The lights are available online for between $10-$13 each depending on where you look. However I picked up a 3-pack at Sams Club on 1/5 for just $19.95! I loved the lights so much I bought a 3-pack for my fiancee and my brother. Hope you liked!


----------



## TooSharp (Jan 12, 2008)

Nice Review. I was at my in laws the other day and they had them throughout their house. Best night light I've come across yet. We stayed the night there and we put one by the kids bed with the flashlight on unplugged and I went in halfway through the night and shut the light off, it was still burning strong.


----------



## The_LED_Museum (Jan 12, 2008)

I purchased one of these at a grocery store in Sacramento CA. USA in late-October of last year.
I too have thus far found it to be well-constructed & reasonably bright (47,300mcd). :thumbsup:


----------



## DaveG (Jan 12, 2008)

Agree with you guys,I got one for Christmas and was quite happy with it.


----------



## 8686 (Jan 12, 2008)

I got 2 at Lowes for ~$10. I am planning to get more!


----------



## Stereodude (Jan 13, 2008)

8686 said:


> I got 2 at Lowes for ~$10. I am planning to get more!

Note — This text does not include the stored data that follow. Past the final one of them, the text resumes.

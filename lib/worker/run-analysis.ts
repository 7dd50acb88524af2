/**
 * Runs parse + analysis in worker threads so a large layout blocks neither the page nor other users.
 * The threads are long-lived (piscina pool): starting a fresh thread per upload cost ≈ 180 ms of CPU to load
 * and compile the 1.7 MB engine bundle, against ≈ 4 ms for the analysis of a typical layout.
 */
import "server-only";
import { existsSync } from "node:fs";
import os from "node:os";
import path from "node:path";
import { Piscina } from "piscina";
import { AppError } from "@/lib/errors";
import type { Encoding, Layout, LayoutError, Material } from "@/lib/layout/model";
import type { ForceUnit, LengthUnit } from "@/lib/layout/units";
import type { Report } from "@/lib/engine";
import type { RuleOverride } from "@/rules";
import type { DrawingSheet } from "@/lib/report/drawing-images";

export type AnalysisOutcome =
  { ok: true; layout: Layout; report: Report; encoding: Encoding; text: string; warnings: string[] } | { ok: false; errors: LayoutError[] };

/** The worker bundle, built by `node scripts/build-worker.mjs` (part of the start and test commands). */
export function workerPath(): string {
  return path.join(process.cwd(), "dist", "analyse-worker.cjs");
}

/** Analyses waiting for a thread beyond this many (default 64) are refused with 503 rather than queued without bound. */
const maxQueued = () => Math.max(1, Number(process.env.SIXFOLD_ANALYSIS_QUEUE ?? 64));

let pool: Piscina | null = null;
let poolThreads = 1;
/** Analyses handed to the pool and not finished yet (running or waiting); counted here, not by piscina's own queue bound. */
let inFlight = 0;

function analysisPool(file: string): Piscina {
  if (pool) return pool;
  poolThreads = Math.max(1, Math.min(Number(process.env.SIXFOLD_ANALYSIS_THREADS ?? 2), os.availableParallelism()));
  pool = new Piscina({ filename: file, name: "analyse", minThreads: 0, maxThreads: poolThreads, idleTimeout: 5 * 60_000 });
  return pool;
}

/** The pool's live thread ids and finished task count (for the tests). */
export function analysisPoolStats(): { threadIds: number[]; completed: number } {
  return { threadIds: pool ? pool.threads.map((t) => t.threadId) : [], completed: pool ? pool.completed : 0 };
}

/** Stops the analysis and drawing threads (tests and shutdown); the next analysis or drawing starts a new pool. */
export async function closeAnalysisPool(): Promise<void> {
  const [p, d] = [pool, drawPool];
  pool = null;
  drawPool = null;
  if (p) await p.destroy();
  if (d) await d.destroy();
}

let drawPool: Piscina | null = null;

/**
 * The four drawing views of a revision rendered to PNG for its PDF report, in a pooled thread (one; a report
 * download is rare next to an upload). Throws a 503 when the drawing bundle is missing or the time runs out.
 */
export async function drawingsInWorker(layout: Layout, report: Report, timeoutMs = 60_000): Promise<DrawingSheet> {
  const file = path.join(process.cwd(), "dist", "drawing-worker.cjs");
  if (!existsSync(file)) throw new AppError(503, "The drawing worker is not built. Run `node scripts/build-worker.mjs`.");
  drawPool ??= new Piscina({ filename: file, name: "default", minThreads: 0, maxThreads: 1, idleTimeout: 60_000 });
  try {
    return await drawPool.run({ layout, report }, { signal: AbortSignal.timeout(timeoutMs) });
  } catch (err) {
    const e = err as Error;
    if (e?.name === "AbortError")
      throw new AppError(503, `The drawings of this report did not finish within ${Math.round(timeoutMs / 1000)} s. Try again later.`);
    console.error("[drawings] worker failed", e);
    throw new AppError(500, "The drawings of this report could not be rendered.");
  }
}

/**
 * Parses and analyses a file in a pooled worker thread. The time limit covers waiting for a free thread and
 * the analysis; when it runs out the thread is terminated (piscina replaces it) and nothing is stored.
 */
export async function analyseInWorker(
  bytes: Uint8Array,
  options: { fileName: string; encoding?: Encoding; length?: LengthUnit; force?: ForceUnit; overrides?: Record<string, RuleOverride>; library?: Material[] },
  timeoutMs = Number(process.env.SIXFOLD_ANALYSIS_TIMEOUT_MS ?? 120_000),
): Promise<AnalysisOutcome> {
  const file = workerPath();
  if (!existsSync(file)) throw new AppError(503, "The analysis worker is not built. Run `node scripts/build-worker.mjs`.");
  const p = analysisPool(file);
  if (inFlight >= poolThreads + maxQueued()) {
    throw new AppError(503, `${maxQueued()} layouts are already waiting for analysis. Nothing was stored; try again in a minute.`);
  }
  const signal = AbortSignal.timeout(timeoutMs);
  let msg: AnalysisOutcome & { crashed?: boolean; message?: string };
  inFlight++;
  try {
    msg = await p.run({ ...options, bytes }, { signal });
  } catch (err) {
    const e = err as Error;
    if (e?.name === "AbortError" || signal.aborted) {
      throw new AppError(
        503,
        `The analysis did not finish within ${Math.max(1, Math.round(timeoutMs / 1000))} s (waiting for a free analysis thread included) and was stopped. Nothing was stored.`,
      );
    }
    console.error("[analysis] worker failed", e);
    throw new AppError(500, "The analysis failed on this file. Nothing was stored.");
  } finally {
    inFlight--;
  }
  if (msg.crashed) throw new AppError(500, "The analysis failed on this file. Nothing was stored.");
  return msg;
}
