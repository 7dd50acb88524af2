/** POST (designer): upload a layout file as a new revision (multipart: file, length, force). 201, or 422 with located errors. */
import { requireRole } from "@/lib/auth/session";
import { handle, idFrom, parseWith, readBodyLimited } from "@/lib/api/handler";
import { AppError } from "@/lib/errors";
import { can } from "@/lib/policy";
import { uploadOptionsSchema, uploadRevision } from "@/lib/upload";
import { MAX_FILE_BYTES } from "@/lib/layout/model";

export const dynamic = "force-dynamic";

export const POST = handle(async (req: Request, ctx: { params: Promise<{ layoutId: string }> }) => {
  const user = await requireRole(can.uploadRevision);
  const layoutId = await idFrom(ctx.params, "layoutId");
  // the form's own fields and boundaries get 64 kB beyond the file limit
  const body = await readBodyLimited(req, MAX_FILE_BYTES + 64 * 1024);
  let form: FormData;
  try {
    form = await new Response(body, { headers: { "content-type": req.headers.get("content-type") ?? "" } }).formData();
  } catch {
    throw new AppError(422, "Send the file as multipart/form-data with a field named file.");
  }
  const file = form.get("file");
  if (!(file instanceof File)) throw new AppError(422, "No file was attached (field name: file).", { errors: [{ location: "file", message: "missing" }] });
  const options = parseWith(uploadOptionsSchema, {
    fileName: file.name || "layout",
    encoding: form.get("encoding") || undefined,
    length: form.get("length") || undefined,
    force: form.get("force") || undefined,
  });
  const result = await uploadRevision(user, layoutId, new Uint8Array(await file.arrayBuffer()), options);
  if (!result.ok) return Response.json({ error: "The file was refused; nothing was stored.", errors: result.errors }, { status: 422 });
  return Response.json(
    { revision: result.revision, report: result.report, warnings: result.warnings, url: `/layouts/${layoutId}?revision=${result.revision.id}` },
    { status: 201 },
  );
});
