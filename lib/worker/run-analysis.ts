/** Runs parse + analysis in a worker thread so a large layout blocks neither the page nor other users. */
import "server-only";
import { existsSync } from "node:fs";
import path from "node:path";
import { Worker } from "node:worker_threads";
import { AppError } from "@/lib/errors";
import type { Encoding, Layout, LayoutError } from "@/lib/layout/model";
import type { ForceUnit, LengthUnit } from "@/lib/layout/units";
import type { Report } from "@/lib/engine";

export type AnalysisOutcome =
  | { ok: true; layout: Layout; report: Report; encoding: Encoding; text: string; warnings: string[] }
  | { ok: false; errors: LayoutError[] };

/** The worker bundle, built by `node scripts/build-worker.mjs` (part of the start and test commands). */
export function workerPath(): string {
  return path.join(process.cwd(), "dist", "analyse-worker.cjs");
}

/** Parses and analyses a file in a fresh worker thread, with a time limit. */
export function analyseInWorker(
  bytes: Uint8Array,
  options: { fileName: string; encoding?: Encoding; length?: LengthUnit; force?: ForceUnit },
  timeoutMs = Number(process.env.SIXFOLD_ANALYSIS_TIMEOUT_MS ?? 120_000),
): Promise<AnalysisOutcome> {
  const file = workerPath();
  if (!existsSync(file)) return Promise.reject(new AppError(503, "The analysis worker is not built. Run `node scripts/build-worker.mjs`."));
  return new Promise((resolve, reject) => {
    const worker = new Worker(file);
    const timer = setTimeout(() => {
      void worker.terminate();
      reject(new AppError(503, `The analysis took longer than ${Math.round(timeoutMs / 1000)} s and was stopped. Nothing was stored.`));
    }, timeoutMs);
    worker.once("message", (msg: AnalysisOutcome & { crashed?: boolean; message?: string }) => {
      clearTimeout(timer);
      void worker.terminate();
      if (msg.crashed) reject(new AppError(500, "The analysis failed on this file. Nothing was stored."));
      else resolve(msg);
    });
    worker.once("error", (err) => {
      clearTimeout(timer);
      reject(err);
    });
    worker.postMessage({ ...options, bytes });
  });
}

Where did Lowes have them hidden at? And, was that price each, or for both?


----------



## woodrow (Jan 15, 2008)

What a frincredibly great idea...a nightlight that comes on when the power goes out...and you can take out from the wall and use as a makeshift flashlight until you get to a real one. Brilliant! Thanks for the review!


----------



## 83Venture (Jan 15, 2008)

I also picked up a 3 pack from SAMS for $19.99. Thanks for the find.


----------



## sed6 (Jan 15, 2008)

woodrow said:


> What a frincredibly great idea...a nightlight that comes on when the power goes out...and you can take out from the wall and use as a makeshift flashlight until you get to a real one. Brilliant...


 
:twothumbs


----------



## houtex (Jan 15, 2008)

I picked up a 3 pack at Sam's a couple of weeks back.Used one in my dogs' house,one of the dogs got a hold of it,cracked it all to hell,but guess what ,it still worked.


----------



## 8686 (Jan 15, 2008)

Stereodude said:


> Where did Lowes have them hidden at? And, was that price each, or for both?



They were in an end of aisle display by the light switches (I am looking for an inwall light timer for fluorescent lights) and were $10 each.

Perhaps this is one case where it is better to belong to Sam's Club instead of Costco!


----------



## JetskiMark (Jan 15, 2008)

Thanks for the nice review. Too bad it monopolizes both outlets. That rules it out as a replacement for the old power failure lights I already have.

Regards,
Mark


----------



## sed6 (Jan 15, 2008)

JetskiMark said:


> Thanks for the nice review. Too bad it monopolizes both outlets. That rules it out as a replacement for the old power failure lights I already have.
> 
> Regards,
> Mark


 
Not so fast, try one of these...






I did this in one bathroom. Clearly the bottom and left most outlet are still quite usable. This arrangement also leaves the test/reset buttons free on my GFCI.


----------



## 83Venture (Jan 16, 2008)

Theres a solution I never thought of.


----------



## geepondy (Jan 16, 2008)

Are those available at Lowes as well?



sed6 said:


> Not so fast, try one of these...
> 
> 
> 
> ...


----------



## London Lad (Jan 16, 2008)

Are they 110 volts only or will they take 230 etc


----------



## xevious (Jan 16, 2008)

London Lad said:


> Are they 110 volts only or will they take 230 etc


Sorry, 120V AC/60 Hz. I guess it would be too much to use a power converter for one of these.


----------



## London Lad (Jan 16, 2008)

Oh well :-(


----------



## mitchfried (Jan 16, 2008)

Also available at BJ's!!


----------



## Phaserburn (Jan 17, 2008)

If anyone has the chance to get an extra 3pack at Sams, I'd be happy to buy it from ya...


----------



## sed6 (Jan 18, 2008)

I'll get you a 3 pack. PM sent.


----------



## Vbeez (Jan 18, 2008)

Anybody have the the 220v version ?


----------



## London Lad (Jan 18, 2008)

Is there a 220 version ?


----------



## Illum (Jan 18, 2008)

mmm.... :thinking:
H110BC NIMH
looks like three of these stacked in series, each 1.2V 110mah
if I'm guessing correctly, each LEDs at most getting 13ma or so if you ran this for 3 hours straight


----------



## 83Venture (Jan 20, 2008)

They put out quite a bit of light. A little brighter than the wife liked so I pluged it in upside down so it projects into the floor instead of the ceiling and that helped. 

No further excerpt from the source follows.